*** Opening MATERIALS PROVIDED ***
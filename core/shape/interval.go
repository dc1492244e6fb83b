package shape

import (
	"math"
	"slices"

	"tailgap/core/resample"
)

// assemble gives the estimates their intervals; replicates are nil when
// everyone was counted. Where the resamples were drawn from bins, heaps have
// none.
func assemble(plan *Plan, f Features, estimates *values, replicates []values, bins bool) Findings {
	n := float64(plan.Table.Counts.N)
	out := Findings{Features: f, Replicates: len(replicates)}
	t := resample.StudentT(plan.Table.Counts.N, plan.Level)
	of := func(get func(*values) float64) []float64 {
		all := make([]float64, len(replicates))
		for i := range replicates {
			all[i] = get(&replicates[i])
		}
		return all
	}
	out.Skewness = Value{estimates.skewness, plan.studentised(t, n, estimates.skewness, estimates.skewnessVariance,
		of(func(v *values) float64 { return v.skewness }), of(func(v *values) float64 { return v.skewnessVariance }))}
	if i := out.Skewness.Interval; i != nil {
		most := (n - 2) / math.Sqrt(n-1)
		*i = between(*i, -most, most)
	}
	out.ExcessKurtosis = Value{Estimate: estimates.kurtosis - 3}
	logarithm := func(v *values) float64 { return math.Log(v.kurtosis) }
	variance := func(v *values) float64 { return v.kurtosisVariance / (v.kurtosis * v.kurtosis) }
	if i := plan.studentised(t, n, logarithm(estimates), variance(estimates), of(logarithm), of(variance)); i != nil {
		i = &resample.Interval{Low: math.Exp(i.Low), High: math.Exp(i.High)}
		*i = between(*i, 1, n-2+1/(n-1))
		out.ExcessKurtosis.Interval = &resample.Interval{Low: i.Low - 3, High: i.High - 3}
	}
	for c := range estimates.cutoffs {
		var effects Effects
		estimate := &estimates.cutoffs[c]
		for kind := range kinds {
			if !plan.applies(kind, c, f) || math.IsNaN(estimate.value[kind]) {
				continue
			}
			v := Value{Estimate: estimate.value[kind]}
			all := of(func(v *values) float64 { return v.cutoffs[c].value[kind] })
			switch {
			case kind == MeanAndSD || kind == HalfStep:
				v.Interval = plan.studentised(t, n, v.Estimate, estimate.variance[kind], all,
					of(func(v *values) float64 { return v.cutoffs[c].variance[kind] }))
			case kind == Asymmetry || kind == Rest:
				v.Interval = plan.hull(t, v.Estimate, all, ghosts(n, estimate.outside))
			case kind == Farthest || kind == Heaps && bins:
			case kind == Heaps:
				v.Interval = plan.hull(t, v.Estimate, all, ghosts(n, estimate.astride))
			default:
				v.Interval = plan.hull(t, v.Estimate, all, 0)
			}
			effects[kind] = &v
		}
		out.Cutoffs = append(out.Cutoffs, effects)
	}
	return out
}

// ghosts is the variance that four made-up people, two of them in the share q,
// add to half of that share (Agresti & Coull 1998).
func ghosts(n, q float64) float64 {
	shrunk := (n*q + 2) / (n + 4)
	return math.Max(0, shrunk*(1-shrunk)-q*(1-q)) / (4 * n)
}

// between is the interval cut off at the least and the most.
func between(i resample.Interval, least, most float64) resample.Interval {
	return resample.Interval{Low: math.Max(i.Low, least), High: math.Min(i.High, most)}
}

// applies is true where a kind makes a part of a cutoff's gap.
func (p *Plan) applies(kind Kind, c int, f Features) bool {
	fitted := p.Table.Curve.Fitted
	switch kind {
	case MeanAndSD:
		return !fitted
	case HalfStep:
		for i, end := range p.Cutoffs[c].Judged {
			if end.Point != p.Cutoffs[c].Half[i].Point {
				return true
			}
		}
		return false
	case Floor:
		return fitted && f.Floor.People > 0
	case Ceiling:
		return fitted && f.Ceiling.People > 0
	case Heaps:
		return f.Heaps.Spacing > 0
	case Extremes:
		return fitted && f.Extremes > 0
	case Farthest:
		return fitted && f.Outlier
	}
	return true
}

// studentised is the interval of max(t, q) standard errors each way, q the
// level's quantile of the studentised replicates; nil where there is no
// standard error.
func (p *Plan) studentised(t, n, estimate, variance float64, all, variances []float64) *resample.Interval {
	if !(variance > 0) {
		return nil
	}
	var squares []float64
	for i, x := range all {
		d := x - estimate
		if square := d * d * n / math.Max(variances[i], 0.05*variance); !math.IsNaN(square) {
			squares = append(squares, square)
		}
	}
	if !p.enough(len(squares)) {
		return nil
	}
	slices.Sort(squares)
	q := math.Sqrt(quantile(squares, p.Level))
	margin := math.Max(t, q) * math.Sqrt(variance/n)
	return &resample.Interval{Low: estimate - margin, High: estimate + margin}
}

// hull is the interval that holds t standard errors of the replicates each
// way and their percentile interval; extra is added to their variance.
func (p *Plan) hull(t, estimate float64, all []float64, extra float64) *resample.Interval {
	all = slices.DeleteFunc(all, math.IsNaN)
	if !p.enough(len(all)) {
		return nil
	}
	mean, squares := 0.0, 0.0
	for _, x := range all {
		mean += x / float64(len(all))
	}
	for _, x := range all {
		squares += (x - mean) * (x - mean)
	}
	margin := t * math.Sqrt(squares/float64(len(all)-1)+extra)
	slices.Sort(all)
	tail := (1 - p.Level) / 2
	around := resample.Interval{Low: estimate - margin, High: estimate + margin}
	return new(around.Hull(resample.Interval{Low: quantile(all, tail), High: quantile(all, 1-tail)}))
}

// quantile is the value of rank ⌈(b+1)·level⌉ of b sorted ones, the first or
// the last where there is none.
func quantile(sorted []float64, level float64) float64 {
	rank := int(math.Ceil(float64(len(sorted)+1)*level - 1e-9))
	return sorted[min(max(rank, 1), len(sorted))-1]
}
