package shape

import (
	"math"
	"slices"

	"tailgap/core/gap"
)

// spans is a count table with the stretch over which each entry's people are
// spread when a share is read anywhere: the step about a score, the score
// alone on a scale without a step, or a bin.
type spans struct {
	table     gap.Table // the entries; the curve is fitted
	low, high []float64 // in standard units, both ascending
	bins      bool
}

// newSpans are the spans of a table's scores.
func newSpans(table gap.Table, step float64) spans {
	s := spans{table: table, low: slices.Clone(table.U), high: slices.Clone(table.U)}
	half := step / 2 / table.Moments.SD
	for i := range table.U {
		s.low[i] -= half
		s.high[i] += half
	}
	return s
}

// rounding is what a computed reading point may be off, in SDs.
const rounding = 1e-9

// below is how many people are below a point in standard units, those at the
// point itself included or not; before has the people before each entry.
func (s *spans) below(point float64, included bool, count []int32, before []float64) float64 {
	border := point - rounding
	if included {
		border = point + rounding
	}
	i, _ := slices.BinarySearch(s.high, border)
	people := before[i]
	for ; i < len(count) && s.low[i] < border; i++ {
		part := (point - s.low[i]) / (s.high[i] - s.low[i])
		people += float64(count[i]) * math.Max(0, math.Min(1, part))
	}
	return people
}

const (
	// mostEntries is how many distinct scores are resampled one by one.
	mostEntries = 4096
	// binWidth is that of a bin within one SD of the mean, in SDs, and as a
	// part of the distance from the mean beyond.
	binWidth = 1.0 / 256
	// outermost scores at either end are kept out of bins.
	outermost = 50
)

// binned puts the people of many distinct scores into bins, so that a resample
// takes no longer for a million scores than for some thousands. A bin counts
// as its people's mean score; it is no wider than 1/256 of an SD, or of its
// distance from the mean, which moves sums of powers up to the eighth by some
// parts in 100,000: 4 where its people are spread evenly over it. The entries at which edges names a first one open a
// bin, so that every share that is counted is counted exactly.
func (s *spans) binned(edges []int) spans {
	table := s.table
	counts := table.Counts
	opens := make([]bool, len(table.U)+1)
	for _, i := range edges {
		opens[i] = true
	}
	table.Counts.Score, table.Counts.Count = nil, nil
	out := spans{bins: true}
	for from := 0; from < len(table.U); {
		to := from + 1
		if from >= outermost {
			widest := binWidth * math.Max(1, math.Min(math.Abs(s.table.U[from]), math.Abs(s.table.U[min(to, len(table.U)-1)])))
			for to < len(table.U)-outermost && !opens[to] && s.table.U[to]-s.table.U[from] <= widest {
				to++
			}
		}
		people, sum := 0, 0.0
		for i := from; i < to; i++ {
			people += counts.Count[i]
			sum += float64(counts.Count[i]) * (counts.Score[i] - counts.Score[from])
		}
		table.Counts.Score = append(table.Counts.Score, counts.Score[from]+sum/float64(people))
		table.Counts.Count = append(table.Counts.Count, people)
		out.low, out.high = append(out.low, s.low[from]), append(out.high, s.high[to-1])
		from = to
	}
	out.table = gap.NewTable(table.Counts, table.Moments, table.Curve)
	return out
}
*** Closing MATERIALS PROVIDED ***
#### TASK REQUIREMENTS:
Scan the preceding listing for the string "squares" and copy every line where it occurs.

#### EXERCISE RESPONSE:
	var squares []float64
			squares = append(squares, square)
	if !p.enough(len(squares)) {
	slices.Sort(squares)
	q := math.Sqrt(quantile(squares, p.Level))
	mean, squares := 0.0, 0.0
		squares += (x - mean) * (x - mean)
	margin := t * math.Sqrt(squares/float64(len(all)-1)+extra)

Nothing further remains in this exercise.